Still, a look through the municipal minutes of the ’60s and ’70s — the period captured by my grandpa’s remaining calendars — brings up all kinds of places and topics my grandpa would have known well, and even one or two that I knew well:
– Resolution No. 803, of Feb. 7, 1972, changed the name of Springdale Park to Michael J. Drotar Park. This was a park with a Little League field, a short walk from my grandparents’ home. When the four walls of 1107 Hope Street got too constricting and Little Kurt needed to go run around someplace, he would sometimes go to Michael J. Drotar Park and bat some Wiffle balls around.
– A bunch of minutes from the late ’60s refer to the construction of a “THIRD HIGH SCHOOL.” This became Westhill High, where my grandpa saw Count Basie perform, and where a bunch of high-school track runners saw my brother perform (he disagrees with my recollection, but I still insist that’s how it went down.)
– I found a bunch of references to sewer projects, also; I didn’t look long enough to find the one that finally got 1107 Hope St. off its old cesspool, but I’m sure it’s in there somewhere.
– The city-operated Cove Island Park, where my grandpa took a lovely picture one humid afternoon in 1975, shows up in several sets of minutes, usually so the board can approve the cost of capital improvements there.
– Same deal with the schools my father attended. In June 1973, the board voted to apply for a grant to build classrooms and a multimedia center at Springdale School. In July 1974, they did the same for a project to modernize the auditorium at Stamford High School.
If you’ve ever been back to a school you attended and been astonished at how little of it looks familiar … well, these projects would have had that effect on my dad, if he’d had occasion to revisit his old schools. (I don’t think he has.)

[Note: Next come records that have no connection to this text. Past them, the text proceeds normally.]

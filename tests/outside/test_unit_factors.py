"""Unit factors against their definitions.

International yard and pound agreement (1959): 1 yd = 0.9144 m, 1 lb = 0.45359237 kg; standard acceleration of free
fall 9.80665 m/s² (3rd General Conference on Weights and Measures, 1901).  All are exact by definition; quoted from
memory.  The derived decimals below are those products and quotients, rounded once to a double.
"""

from __future__ import annotations

from fractions import Fraction

import pytest

from rigdesign.unit_factors import unit_factor
from rigdesign.units import column_fraction, quantity

POUND, INCH, GRAVITY = Fraction("0.45359237"), Fraction("0.9144") / 36, Fraction("9.80665")
LBF = POUND * GRAVITY


@pytest.mark.parametrize(
    ("unit", "decimal", "definition"),
    [
        ("in", 0.0254, INCH),
        ("ft", 0.3048, 12 * INCH),
        ("lb", 0.45359237, POUND),
        ("lbf", 4.4482216152605, LBF),
        ("kgf", 9.80665, GRAVITY),
        ("kip", 4448.2216152605, 1000 * LBF),
        ("psi", 6894.757293168362, LBF / INCH**2),
        ("ksi", 6894757.293168361, 1000 * LBF / INCH**2),
        ("psf", 47.880258980335846, LBF / (12 * INCH) ** 2),
        ("lbf/in", 175.1268352464764, LBF / INCH),
        ("in*lbf", 0.1129848290276167, INCH * LBF),
        ("lbf*ft", 1.3558179483314004, 12 * INCH * LBF),
        ("lbf*in^2", 0.002869814657301464, LBF * INCH**2),
        ("slug", 14.593902937206364, LBF / (12 * INCH)),
        ("lb/ft", 1.4881639435695537, POUND / (12 * INCH)),
        ("bar", 1e5, Fraction(100_000)),
        ("t", 1000.0, Fraction(1000)),
        ("km", 1000.0, Fraction(1000)),
        ("cm", 0.01, Fraction(1, 100)),
    ],
)
def test_factor_is_exact(unit: str, decimal: float, definition: Fraction) -> None:
    assert unit_factor(unit)[0] == definition
    assert float(unit_factor(unit)[0]) == decimal


def test_quantities_and_headings_use_the_same_factors() -> None:
    assert quantity("1 psi", "pressure") == 6894.757293168362
    assert float(column_fraction("moment [in*lbf]", "moment")) == 0.1129848290276167


def test_a_degree_is_the_nearest_double_to_pi_over_180() -> None:
    # the only factor that cannot be exact; π/180 to 20 figures, from memory
    assert quantity("1 deg", "angle") == 0.017453292519943295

– The board welcomed teenage pages at different points, one of them being future Stamford mayor Dannel Malloy. Malloy is one of several political names from the Board of Representatives minutes who also show up in past editions of Hope Street. (Others include former Mayors Julius Wilensky, Frederick Lenz, Louis Clapes and Thom Serrani.)

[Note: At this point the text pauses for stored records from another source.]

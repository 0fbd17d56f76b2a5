"""How well N point loads can follow a load curve, sum and first moment exact.

Sources
-------
Uniform load: least peak moment error 1/(16 (N − 1 + 1/√2)²) of w L², with places and forces to five digits; computed
here and elsewhere by independent methods.  For N = 2 the places are the classical two supports of least greatest
moment, 0.2071 L from the ends: Hicks, Civil Engineering Formulas, Table 2.3.
Other loads, w ≥ 0: J²/(16 (N − 1 + 1/√2)²) with J = ∫√w dx is asymptotic; the constant follows Burchard & Hale,
J. Approx. Theory 14 (1975) 128-147 (from memory, not confirmed).
The exact least for any w ≥ 0 is confirmed by shooting: for a trial error e the corners and tangents follow one another
by scalar root finding on closed forms, without stations, hulls or bisection over paths; and a general-purpose
optimiser (SLSQP) started from the optimum and from perturbed places finds nothing better.
"""

from __future__ import annotations

from collections.abc import Callable
from dataclasses import dataclass

import numpy as np
import pytest
from factories import make_acceptance, make_brief, make_pads, make_specimen, shape_load
from scipy.optimize import brentq, minimize

from rigdesign.pads import PadPlan, plan_pads
from rigdesign.target import build_target

UNIFORM = {
    1: ([0.5], [1.0]),
    2: ([0.2071068, 0.7928932], [0.5, 0.5]),
    3: ([0.13060, 0.5, 0.86940], [0.31530, 0.36940, 0.31530]),
    4: ([0.09537, 0.36512, 0.63488, 0.90463], [0.23025, 0.26975, 0.26975, 0.23025]),
    8: (
        [0.04587, 0.17562, 0.30537, 0.43512, 0.56488, 0.69463, 0.82438, 0.95413],
        [0.11075, *[0.12975] * 6, 0.11075],
    ),
}
UNIFORM_LEAST = {1: 0.125, 2: 0.021446609, 3: 0.008528433, 4: 0.004547889, 8: 0.001052197}


def plan_of(count: int, shape: str = "uniform", **changes: float) -> PadPlan:
    """Plan for a unit load on a unit span, judged on its moment alone, pads without a footprint."""
    brief = make_brief(
        specimen=make_specimen(left=0.0, right=1.0),
        loads=(shape_load(shape, 1.0, start_x=0.0, end_x=1.0, **changes),),
        pads=make_pads(count=count, length=0.0, gap=0.0),
        acceptance=make_acceptance(moment=0.02, shear=None),
    )
    plan = plan_pads(build_target(brief))
    assert isinstance(plan, PadPlan)
    return plan


def peak_error(plan: PadPlan) -> float:
    """Largest moment error [N·m] before drilling."""
    return plan.proof.band_use * 0.02 * plan.target.moment_peak


@pytest.mark.parametrize("count", UNIFORM)
def test_uniform_places_and_forces_to_five_digits(count: int) -> None:
    plan = plan_of(count)
    places, forces = UNIFORM[count]
    # the table is rounded to five decimals
    np.testing.assert_allclose(plan.x, places, atol=6e-6)
    np.testing.assert_allclose(plan.force, forces, atol=6e-6)
    # stations of the tube leave at most 2e-5 of the error
    assert peak_error(plan) == pytest.approx(UNIFORM_LEAST[count], rel=2e-5)


@pytest.mark.parametrize("count", [5, 16, 32])
def test_uniform_least_by_formula(count: int) -> None:
    least = 1 / (16 * (count - 1 + 1 / np.sqrt(2)) ** 2)
    assert peak_error(plan_of(count)) == pytest.approx(least, rel=2e-5)


# -- other loads: the exact least by shooting --------------------------------------------------------------------------


@dataclass(frozen=True)
class ClosedForm:
    """A unit load on a unit span: load beyond x and its first moment, and J = ∫√w."""

    shape: str
    changes: dict[str, float]
    shear: Callable[[float], float]
    moment: Callable[[float], float]
    j: float


def _ellipse_shear(x: float) -> float:
    return float((np.arccos(x) - x * np.sqrt(1 - x * x)) * 2 / np.pi)


def _ellipse_moment(x: float) -> float:
    return float(4 / np.pi * (1 - x * x) ** 1.5 / 3 - x * _ellipse_shear(x))


SHAPES = [
    ClosedForm("triangular", {}, lambda x: (1 - x) ** 2, lambda x: (1 - x) ** 3 / 3, 2 / 3 * np.sqrt(2)),
    # w = 4/π √(1 − x²); ∫ (1 − x²)^(1/4) dx = √π Γ(5/4) / (2 Γ(7/4)) = 0.8740191847
    ClosedForm("elliptical", {}, _ellipse_shear, _ellipse_moment, np.sqrt(4 / np.pi) * 0.8740191847),
    ClosedForm("power", {"exponent": 2.0}, lambda x: (1 - x) ** 3, lambda x: (1 - x) ** 4 / 4, np.sqrt(3) / 2),
]
NAMES = [shape.shape for shape in SHAPES]


def least_by_shooting(form: ClosedForm, count: int) -> float:
    """Smallest peak moment error for which `count` pads are enough."""
    low, high = 1e-7, 0.2
    for _ in range(60):
        middle = np.sqrt(low * high)
        if shooting_fits(form, middle, count):
            high = middle
        else:
            low = middle
    return high


def shooting_fits(form: ClosedForm, error: float, count: int) -> bool:
    """Whether a path with `count` corners keeps within `error`: follow the longest links from the root."""
    end = 1 - 1e-13
    total, root = form.shear(0.0), form.moment(0.0)
    start = (0.0, root, -total)  # a point of the line and its slope
    foot = brentq(lambda x: form.moment(x) - error, 0.0, end, xtol=1e-15)
    for _ in range(count - 1):
        x0, y0, slope = start

        def gap(x: float, x0: float = x0, y0: float = y0, slope: float = slope) -> float:
            return form.moment(x) - error - (y0 + slope * (x - x0))

        # the line leaves the tube beyond the place where it runs closest to the lower edge
        parallel = brentq(lambda x, s=slope: -form.shear(x) - s, 0.0, end, xtol=1e-15) if slope > -total else 0.0
        if gap(end) < 0:
            return True  # the link stays in the tube to the tip
        corner = brentq(gap, parallel, end, xtol=1e-15)
        level = form.moment(corner) - error

        def touching(t: float, corner: float = corner, level: float = level) -> float:
            return form.moment(t) + error - form.shear(t) * (corner - t) - level

        if touching(end) > 0:
            return True  # the link can run straight to the tip
        touch = brentq(touching, corner, end, xtol=1e-15)
        slope = -form.shear(touch)
        if level + slope * (1 - corner) > 0:
            return True  # so can one that would still be above the axis there
        start = (corner, level, slope)
    x0, y0, slope = start
    return bool(slope < 0 and x0 - y0 / slope >= foot and x0 - y0 / slope <= 1.0 + 1e-12)


@pytest.mark.parametrize("count", [2, 3, 7, 16, 32])
@pytest.mark.parametrize("form", SHAPES, ids=NAMES)
def test_least_error_within_a_thousandth_of_shooting(form: ClosedForm, count: int) -> None:
    plan = plan_of(count, form.shape, **form.changes)
    exact = least_by_shooting(form, count)
    found = peak_error(plan)
    assert found == pytest.approx(exact, rel=1e-3)
    assert plan.proof.moment_error_least * plan.target.moment_peak <= exact * (1 + 1e-6)


@pytest.mark.parametrize("form", SHAPES, ids=NAMES)
def test_asymptotic_constant(form: ClosedForm) -> None:
    # second-order terms are a few per cent at 32 pads where the load falls to zero at the tip
    assert peak_error(plan_of(32, form.shape, **form.changes)) == pytest.approx(
        form.j**2 / (16 * (31 + 1 / np.sqrt(2)) ** 2), rel=0.04
    )


@pytest.mark.parametrize("form", SHAPES, ids=NAMES)
def test_a_general_optimiser_finds_nothing_better(form: ClosedForm) -> None:
    plan = plan_of(4, form.shape, **form.changes)
    x = np.linspace(0, 1, 801)
    wanted = np.array([form.moment(min(v, 1 - 1e-13)) for v in x])
    total, first = 1.0, form.moment(0.0)

    def errors(z: np.ndarray) -> np.ndarray:
        place, force = z[:4], z[4:8]
        return np.maximum(place[None, :] - x[:, None], 0) @ force - wanted

    def solved(start: np.ndarray) -> float:
        result = minimize(
            lambda z: z[8],
            np.append(start, np.abs(errors(start)).max()),
            constraints=[
                {"type": "ineq", "fun": lambda z: z[8] - errors(z)},
                {"type": "ineq", "fun": lambda z: z[8] + errors(z)},
                {"type": "eq", "fun": lambda z: [z[4:8].sum() - total, z[4:8] @ z[:4] - first]},
            ],
            bounds=[(0, 1)] * 4 + [(0, 1)] * 4 + [(0, 1)],
            options={"maxiter": 200, "ftol": 1e-12},
        )
        return float(np.abs(errors(result.x[:8])).max()) if result.success else np.inf

    best = np.concatenate([plan.x, plan.force])
    shifts = [np.zeros(8), np.concatenate([[0.03, -0.02, 0.04, -0.01], np.zeros(4)])]
    # corners between stations 1/800 apart hide up to a quarter of a force times the distance, 8e-5 of about 4e-3
    assert min(solved(best + shift) for shift in shifts) > peak_error(plan) * (1 - 0.02)


def test_shear_of_any_rig_is_bounded() -> None:
    """No rig of N pads has a peak shear error below R/(2N); the stair proves it where the shear alone is judged."""
    brief = make_brief(
        specimen=make_specimen(left=0.0, right=1.0),
        loads=(shape_load("triangular", 1.0, start_x=0.0, end_x=1.0),),
        pads=make_pads(count=5, length=0.0, gap=0.0),
        acceptance=make_acceptance(moment=None, shear=0.12),
    )
    plan = plan_pads(build_target(brief))
    assert isinstance(plan, PadPlan)
    # the bound is taken at 400 stations a pad: the shear moves by up to 2/400 of a step between two of them
    assert plan.proof.band_use_least * 0.12 == pytest.approx(1 / 10, rel=5e-3)
    assert plan.proof.band_use * 0.12 >= 1 / 10


def test_one_pad_under_a_triangle_costs_more_shear_than_the_bound() -> None:
    """Triangle, N = 1: the exact first moment puts the pad at L/3, where the shear error is 0.556 R, not 0.5 R."""
    brief = make_brief(
        specimen=make_specimen(left=0.0, right=1.0),
        loads=(shape_load("triangular", 1.0, start_x=0.0, end_x=1.0),),
        pads=make_pads(count=1, length=0.0, gap=0.0),
        acceptance=make_acceptance(moment=None, shear=0.12),
    )
    plan = plan_pads(build_target(brief))
    assert isinstance(plan, PadPlan)
    assert plan.x[0] == pytest.approx(1 / 3)
    assert plan.proof.band_use * 0.12 == pytest.approx(5 / 9, rel=1e-3)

And then there’s the randomness, the weirdness, and the signs of the times:
– A resolution of March 7, 1966, inviting the New York Stock Exchange to move to Stamford.
– A brief squabble on Dec. 4, 1972, regarding a still-unpaid bill for improvements made to the Stamford Italian Center in advance of President Nixon’s visit there more than two years before.
– A resolution of April 4, 1973, supporting a meat boycott planned for the following week. (That got mentioned in a long-ago Hope Street post as well.)
– The official creation of a Stamford Bicentennial Committee at the meeting of Sept. 10, 1973.
Also from that same meeting, one example of the intermittent disagreements and outright hissy-fits you’ll find in these minutes. 7th District representative Armen Guroian is the man of the hour here, but if you’ve ever been to these kinds of meetings you’ve heard this speech or something close to it:

– A resolution of Jan. 6, 1975, calling on the FCC to hold hearings over radio station WNCN’s move from 24-hour classical music to rock and pop. (According to Wikipedia, the switch was indeed short-lived, lasting only about a year. More info from an independent source is here.)
– A resolution of May 3, 1976, supporting human rights in the U.S.S.R. and petitioning Leonid Brezhnev to end persecution of Jews and other groups.
This led to an excellent exchange between two board members that December, after the board passed a resolution calling on the city Finance Department to create a pension-related trust fund:
MR. MILLER: The Chair would simply observe the Chair doesn’t know whether any of these people have any obligation to do this because the Board has passed this resolution.
MR. SHERER: Brezhnev didn’t have the obligation to follow us either.
A little dry, perhaps … but we municipal-meeting junkies take our laffs where we find them.